Anak ketiga Oei, Fransiska Oei alias Oei Lan Siem, menuturkan bahwa, saat ayahnya masih menjabat menteri, ia dan ketiga saudaranya beberapa kali datang ke Istana. Di sana, mereka bertemu dengan Sukarno dan anak-anaknya. Mereka bermain dengan anak-anak Presiden. “Ada salah satu putra Sukarno yang memangku kami,” ujarnya.

 

Hubungan keluarga Oei dengan Sukarno awet kendati keduanya tak lagi menjabat dalam pemerintahan. Penyunting memoar Oei, Stanley Adi Prasetyo, mengatakan anak-anak Sukarno sangat menghormati Oei. Stanley pernah menemani Oei bertemu dengan Megawati Soekarnoputri di rumahnya pada 1990-an.
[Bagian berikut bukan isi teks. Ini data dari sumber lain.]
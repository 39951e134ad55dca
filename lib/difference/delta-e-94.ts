/** CIE 1994 colour difference ΔE*94 (CIE 116-1995, Industrial colour-difference evaluation). */
import type { Lab } from "../colorimetry/cielab.ts";
import { noteMethod } from "../methods/method-log.ts";
import { requireLab } from "./check-lab.ts";
import { LAB_FIELDS, checkFields } from "../arguments/check-fields.ts";
import { checkOptions } from "../arguments/check-options.ts";

export interface DeltaE94Options {
  /**
   * "graphic arts" (default): kL = 1, K1 = 0.045, K2 = 0.015; "textiles": kL = 2, K1 = 0.048, K2 = 0.014
   * (the weightings given with CIE 116-1995 for the two industries).
   */
  application?: "graphic arts" | "textiles";
}

const WEIGHTS = {
  "graphic arts": { kL: 1, k1: 0.045, k2: 0.015 },
  textiles: { kL: 2, k1: 0.048, k2: 0.014 },
} as const;

/**
 * CIE 1994 colour difference ΔE*94 of a sample from a reference.
 *
 * ΔE*94 = √((ΔL* ÷ kL·SL)² + (ΔC*ab ÷ SC)² + (ΔH*ab ÷ SH)²), SL = 1, SC = 1 + K1·C*, SH = 1 + K2·C*, with C* the
 * chroma of the first colour, taken as the reference (standard) as CIE 116-1995 specifies; so the order matters.
 *
 * @param reference The reference (standard) colour, CIELAB { L, a, b }.
 * @param sample The sample (batch) colour, CIELAB { L, a, b }.
 * @returns ΔE*94, in CIELAB units (dimensionless).
 * @source CIE 116-1995, Industrial colour-difference evaluation.
 * @example deltaE94({ L: 50, a: 20, b: -10 }, { L: 51, a: 18, b: -9 }, { application: "textiles" })
 */
export function deltaE94(reference: Lab, sample: Lab, options: DeltaE94Options = {}): number {
  checkFields("deltaE94", "reference", reference, LAB_FIELDS);
  checkFields("deltaE94", "sample", sample, LAB_FIELDS);
  checkOptions("deltaE94", "options", options, ["application"]);
  requireLab("deltaE94", "reference (first)", reference);
  requireLab("deltaE94", "sample (second)", sample);
  const application = options.application ?? "graphic arts";
  const w = WEIGHTS[application];
  if (!w)
    throw new Error(
      `deltaE94: unknown application "${String(application)}"; use "graphic arts" or "textiles"`,
    );
  noteMethod(
    "colour difference",
    `Colour differences ΔE*94 were computed by CIE 116-1995 with the ${application} weights (kL = ${w.kL}, K1 = ${w.k1}, K2 = ${w.k2}); the first colour of each pair is the reference.`,
  );
  const c1 = Math.sqrt(reference.a * reference.a + reference.b * reference.b);
  const c2 = Math.sqrt(sample.a * sample.a + sample.b * sample.b);
  const dL = reference.L - sample.L;
  const dC = c1 - c2;
  const da = reference.a - sample.a,
    db = reference.b - sample.b;
  const dH2 = Math.max(da * da + db * db - dC * dC, 0);
  const sC = 1 + w.k1 * c1;
  const sH = 1 + w.k2 * c1;
  const tL = dL / w.kL;
  return Math.sqrt(tL * tL + (dC / sC) ** 2 + dH2 / (sH * sH));
}
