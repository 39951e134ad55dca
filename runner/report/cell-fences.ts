/**
 * A markdown-it plugin for the report's prose: a fence that is one of the notebook's cells renders as that cell
 * (code, outputs) through the environment's `renderCell`; any other fence renders as highlighted code.
 */
import type MarkdownIt from "markdown-it";
import { escapeHtml } from "./escape.ts";
import { highlight } from "./highlight.ts";
import type { CellView } from "./report-model.ts";

/** What the report passes as markdown-it's `env` when it renders the prose. */
export type CellFenceEnv = {
  /** The cells by the 0-based line of their opening fence (markdown-it's `token.map[0]`). */
  readonly cellsByFence?: ReadonlyMap<number, CellView>;
  readonly renderCell?: (view: CellView) => string;
};

/** Installs the fence rule; use as `md.use(cellFences)`. */
export const cellFences = (md: InstanceType<typeof MarkdownIt>): void => {
  md.renderer.rules.fence = (tokens, idx, _options, environment) => {
    const env = environment as CellFenceEnv;
    const token = tokens[idx]!;
    const view = token.map ? env.cellsByFence?.get(token.map[0]) : undefined;
    if (view && env.renderCell) return env.renderCell(view);
    const language = token.info.trim().split(/\s+/)[0] ?? "";
    return `<pre class="code-block"><code class="hljs${language ? ` language-${escapeHtml(language)}` : ""}">${highlight(token.content, language)}</code></pre>\n`;
  };
};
Megawati pada waktu itu menjadi politikus yang kritis terhadap rezim Orde Baru.

 

Oei memberi wejangan kepada Megawati yang baru naik sebagai pemimpin Partai Demokrasi Indonesia dan menjadi anggota Dewan Perwakilan Rakyat. Oei meminta Megawati lebih vokal menyampaikan nilai-nilai yang diperjuangkan Sukarno. “Anak-anak Sukarno memanggil Oei sebagai omnya,” kata Stanley.

 

Anak pertama Sukarno, Guntur Soekarnoputra, mengakui bahwa keluarganya dekat dengan Oei karena sering melihat ayahnya berkeliling Istana bersama Oei. Guntur juga suka mengobrol dengan Oei. “Diskusinya sering ngalor-ngidul,” tuturnya.